Content starts
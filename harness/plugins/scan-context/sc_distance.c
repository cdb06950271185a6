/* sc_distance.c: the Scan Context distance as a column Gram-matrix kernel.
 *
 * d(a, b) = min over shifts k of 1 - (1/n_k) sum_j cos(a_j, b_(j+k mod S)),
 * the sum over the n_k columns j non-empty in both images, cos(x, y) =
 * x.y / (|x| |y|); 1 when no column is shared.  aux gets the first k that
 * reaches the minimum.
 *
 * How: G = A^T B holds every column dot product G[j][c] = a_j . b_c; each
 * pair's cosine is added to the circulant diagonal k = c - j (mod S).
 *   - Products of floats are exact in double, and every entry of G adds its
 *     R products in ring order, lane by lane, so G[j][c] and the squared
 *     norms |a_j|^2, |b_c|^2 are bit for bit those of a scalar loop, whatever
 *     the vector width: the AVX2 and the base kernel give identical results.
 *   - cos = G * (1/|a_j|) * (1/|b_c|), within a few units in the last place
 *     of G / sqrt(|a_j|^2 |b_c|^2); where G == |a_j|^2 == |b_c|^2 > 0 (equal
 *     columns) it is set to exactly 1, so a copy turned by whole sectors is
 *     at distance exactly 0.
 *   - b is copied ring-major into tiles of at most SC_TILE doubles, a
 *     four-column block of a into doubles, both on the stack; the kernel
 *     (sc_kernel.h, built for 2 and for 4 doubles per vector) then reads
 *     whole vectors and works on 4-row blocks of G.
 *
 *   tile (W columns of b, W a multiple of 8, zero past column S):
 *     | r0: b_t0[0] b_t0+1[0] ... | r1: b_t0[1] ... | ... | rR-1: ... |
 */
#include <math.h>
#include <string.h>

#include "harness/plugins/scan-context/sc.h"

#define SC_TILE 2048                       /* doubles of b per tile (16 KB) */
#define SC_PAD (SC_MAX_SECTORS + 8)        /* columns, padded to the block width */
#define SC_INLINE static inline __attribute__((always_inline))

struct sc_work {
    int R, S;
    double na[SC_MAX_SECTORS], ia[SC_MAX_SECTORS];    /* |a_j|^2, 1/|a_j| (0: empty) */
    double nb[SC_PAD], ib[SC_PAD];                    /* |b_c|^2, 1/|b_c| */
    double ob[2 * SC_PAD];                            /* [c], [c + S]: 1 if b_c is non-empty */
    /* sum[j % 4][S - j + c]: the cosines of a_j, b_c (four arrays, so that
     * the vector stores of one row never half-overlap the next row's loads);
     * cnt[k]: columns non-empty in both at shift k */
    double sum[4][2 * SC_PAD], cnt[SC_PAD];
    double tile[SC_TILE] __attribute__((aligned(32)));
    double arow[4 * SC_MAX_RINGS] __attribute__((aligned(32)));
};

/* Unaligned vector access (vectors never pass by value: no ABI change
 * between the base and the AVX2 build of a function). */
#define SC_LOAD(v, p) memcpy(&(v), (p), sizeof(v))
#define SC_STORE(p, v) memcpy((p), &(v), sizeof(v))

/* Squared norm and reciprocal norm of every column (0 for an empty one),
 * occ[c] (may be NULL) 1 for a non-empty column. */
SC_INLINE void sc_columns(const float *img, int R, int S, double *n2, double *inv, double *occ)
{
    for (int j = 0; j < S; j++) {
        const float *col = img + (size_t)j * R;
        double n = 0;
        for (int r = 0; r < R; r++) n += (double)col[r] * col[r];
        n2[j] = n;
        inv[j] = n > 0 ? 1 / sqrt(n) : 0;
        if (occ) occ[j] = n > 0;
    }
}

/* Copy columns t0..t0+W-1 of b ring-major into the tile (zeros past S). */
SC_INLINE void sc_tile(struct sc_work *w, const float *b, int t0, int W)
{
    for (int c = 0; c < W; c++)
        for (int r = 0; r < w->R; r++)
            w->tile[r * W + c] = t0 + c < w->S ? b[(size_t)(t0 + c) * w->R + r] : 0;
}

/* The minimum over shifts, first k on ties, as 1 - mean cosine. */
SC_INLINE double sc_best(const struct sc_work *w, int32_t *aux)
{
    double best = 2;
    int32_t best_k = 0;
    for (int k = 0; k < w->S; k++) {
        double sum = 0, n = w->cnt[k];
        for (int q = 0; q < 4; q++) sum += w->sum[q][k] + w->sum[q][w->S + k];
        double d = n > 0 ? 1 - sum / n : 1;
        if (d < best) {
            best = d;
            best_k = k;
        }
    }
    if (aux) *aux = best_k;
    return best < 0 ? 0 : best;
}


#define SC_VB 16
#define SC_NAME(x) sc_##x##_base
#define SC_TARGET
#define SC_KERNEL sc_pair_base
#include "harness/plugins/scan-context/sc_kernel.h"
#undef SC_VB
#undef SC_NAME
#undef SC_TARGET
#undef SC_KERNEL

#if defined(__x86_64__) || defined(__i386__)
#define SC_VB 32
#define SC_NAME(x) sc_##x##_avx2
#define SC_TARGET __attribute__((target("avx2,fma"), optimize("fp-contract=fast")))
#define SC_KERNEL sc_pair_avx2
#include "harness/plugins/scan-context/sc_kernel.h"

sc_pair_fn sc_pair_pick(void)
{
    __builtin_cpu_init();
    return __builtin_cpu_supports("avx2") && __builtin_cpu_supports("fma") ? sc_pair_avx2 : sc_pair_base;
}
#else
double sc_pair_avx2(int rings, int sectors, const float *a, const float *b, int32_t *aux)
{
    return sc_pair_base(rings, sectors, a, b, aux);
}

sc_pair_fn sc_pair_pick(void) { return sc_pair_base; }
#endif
Content ends
Content starts
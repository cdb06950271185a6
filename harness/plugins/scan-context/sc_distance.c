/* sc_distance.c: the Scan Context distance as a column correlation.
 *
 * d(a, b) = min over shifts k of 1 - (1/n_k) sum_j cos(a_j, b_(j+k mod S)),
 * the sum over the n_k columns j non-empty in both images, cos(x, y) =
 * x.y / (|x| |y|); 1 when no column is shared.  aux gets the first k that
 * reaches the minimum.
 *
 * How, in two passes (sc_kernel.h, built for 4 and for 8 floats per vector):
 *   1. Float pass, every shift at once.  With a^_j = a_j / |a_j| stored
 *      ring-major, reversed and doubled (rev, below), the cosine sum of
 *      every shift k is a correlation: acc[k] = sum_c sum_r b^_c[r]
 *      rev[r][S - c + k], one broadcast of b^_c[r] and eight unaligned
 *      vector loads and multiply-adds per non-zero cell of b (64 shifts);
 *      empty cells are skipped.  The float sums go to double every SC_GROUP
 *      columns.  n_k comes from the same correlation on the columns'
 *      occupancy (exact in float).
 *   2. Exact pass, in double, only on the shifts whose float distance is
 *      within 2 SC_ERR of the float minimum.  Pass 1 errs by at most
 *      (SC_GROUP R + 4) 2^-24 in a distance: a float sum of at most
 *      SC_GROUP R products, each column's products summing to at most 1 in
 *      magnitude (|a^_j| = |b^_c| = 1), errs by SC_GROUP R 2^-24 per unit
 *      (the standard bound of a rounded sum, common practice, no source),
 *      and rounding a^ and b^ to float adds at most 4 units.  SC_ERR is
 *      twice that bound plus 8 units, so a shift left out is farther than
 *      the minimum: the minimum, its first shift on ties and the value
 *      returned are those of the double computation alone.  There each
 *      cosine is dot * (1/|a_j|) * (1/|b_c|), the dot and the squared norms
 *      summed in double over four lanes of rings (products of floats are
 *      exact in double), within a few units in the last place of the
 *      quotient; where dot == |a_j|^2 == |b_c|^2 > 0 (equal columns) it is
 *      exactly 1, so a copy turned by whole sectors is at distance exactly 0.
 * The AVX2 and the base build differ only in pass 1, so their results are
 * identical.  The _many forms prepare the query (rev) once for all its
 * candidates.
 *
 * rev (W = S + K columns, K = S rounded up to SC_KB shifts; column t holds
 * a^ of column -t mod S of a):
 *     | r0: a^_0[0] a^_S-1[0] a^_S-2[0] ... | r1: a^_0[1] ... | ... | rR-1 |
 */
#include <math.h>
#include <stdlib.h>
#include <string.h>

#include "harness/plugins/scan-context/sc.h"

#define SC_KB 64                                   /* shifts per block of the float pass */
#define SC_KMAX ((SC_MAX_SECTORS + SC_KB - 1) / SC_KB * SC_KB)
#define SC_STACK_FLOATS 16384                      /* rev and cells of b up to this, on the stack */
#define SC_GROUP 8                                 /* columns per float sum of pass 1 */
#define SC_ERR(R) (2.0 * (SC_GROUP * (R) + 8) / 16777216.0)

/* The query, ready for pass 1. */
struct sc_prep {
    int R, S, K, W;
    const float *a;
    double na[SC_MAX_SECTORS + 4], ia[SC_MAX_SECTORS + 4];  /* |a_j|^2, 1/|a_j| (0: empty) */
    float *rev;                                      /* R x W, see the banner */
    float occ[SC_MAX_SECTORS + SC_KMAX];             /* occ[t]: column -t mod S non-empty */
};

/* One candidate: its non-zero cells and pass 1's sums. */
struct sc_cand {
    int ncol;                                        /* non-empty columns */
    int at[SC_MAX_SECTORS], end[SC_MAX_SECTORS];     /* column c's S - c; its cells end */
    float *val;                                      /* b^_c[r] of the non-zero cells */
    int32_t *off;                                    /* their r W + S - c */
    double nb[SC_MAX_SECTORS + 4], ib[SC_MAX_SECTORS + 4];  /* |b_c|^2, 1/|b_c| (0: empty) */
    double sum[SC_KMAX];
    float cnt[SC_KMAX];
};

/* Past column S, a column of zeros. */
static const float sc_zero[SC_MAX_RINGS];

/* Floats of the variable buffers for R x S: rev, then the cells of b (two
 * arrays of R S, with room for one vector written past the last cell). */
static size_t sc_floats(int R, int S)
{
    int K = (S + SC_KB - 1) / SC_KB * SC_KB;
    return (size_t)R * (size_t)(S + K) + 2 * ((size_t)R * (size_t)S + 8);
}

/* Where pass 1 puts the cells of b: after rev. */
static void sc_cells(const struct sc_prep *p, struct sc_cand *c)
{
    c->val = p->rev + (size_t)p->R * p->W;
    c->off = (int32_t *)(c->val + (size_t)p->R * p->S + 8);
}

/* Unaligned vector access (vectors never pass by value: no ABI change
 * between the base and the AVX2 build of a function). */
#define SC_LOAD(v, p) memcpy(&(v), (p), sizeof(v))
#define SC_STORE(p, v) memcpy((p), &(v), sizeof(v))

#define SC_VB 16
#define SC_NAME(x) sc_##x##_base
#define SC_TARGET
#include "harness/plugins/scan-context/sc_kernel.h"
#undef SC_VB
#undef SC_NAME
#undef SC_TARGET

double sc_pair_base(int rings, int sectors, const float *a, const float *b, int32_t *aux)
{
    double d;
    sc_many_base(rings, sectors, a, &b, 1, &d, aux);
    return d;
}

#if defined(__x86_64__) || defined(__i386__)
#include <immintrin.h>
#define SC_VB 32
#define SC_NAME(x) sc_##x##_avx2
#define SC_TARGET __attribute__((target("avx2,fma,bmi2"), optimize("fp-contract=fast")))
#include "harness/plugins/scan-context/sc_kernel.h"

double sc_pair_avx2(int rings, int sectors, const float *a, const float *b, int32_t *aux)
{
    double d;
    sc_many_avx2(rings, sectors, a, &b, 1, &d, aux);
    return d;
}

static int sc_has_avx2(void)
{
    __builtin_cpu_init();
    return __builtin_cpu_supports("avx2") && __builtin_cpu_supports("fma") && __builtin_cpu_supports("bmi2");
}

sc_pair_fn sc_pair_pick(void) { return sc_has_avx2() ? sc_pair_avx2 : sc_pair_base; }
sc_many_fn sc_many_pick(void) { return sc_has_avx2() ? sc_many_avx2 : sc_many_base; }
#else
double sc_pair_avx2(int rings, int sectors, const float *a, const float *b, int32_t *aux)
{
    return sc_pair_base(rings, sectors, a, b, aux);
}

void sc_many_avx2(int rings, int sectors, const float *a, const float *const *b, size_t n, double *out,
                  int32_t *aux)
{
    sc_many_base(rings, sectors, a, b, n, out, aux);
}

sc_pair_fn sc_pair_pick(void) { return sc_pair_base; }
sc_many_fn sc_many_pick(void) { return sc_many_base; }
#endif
Content ends
Above this task is a listing. Restate, word for word and with nothing added, the lines from the one with "w->tile[r * W" through the one with "double sum = 0, n = w->cnt[k];".

            w->tile[r * W + c] = t0 + c < w->S ? b[(size_t)(t0 + c) * w->R + r] : 0;
}

/* The minimum over shifts, first k on ties, as 1 - mean cosine. */
SC_INLINE double sc_best(const struct sc_work *w, int32_t *aux)
{
    double best = 2;
    int32_t best_k = 0;
    for (int k = 0; k < w->S; k++) {
        double sum = 0, n = w->cnt[k];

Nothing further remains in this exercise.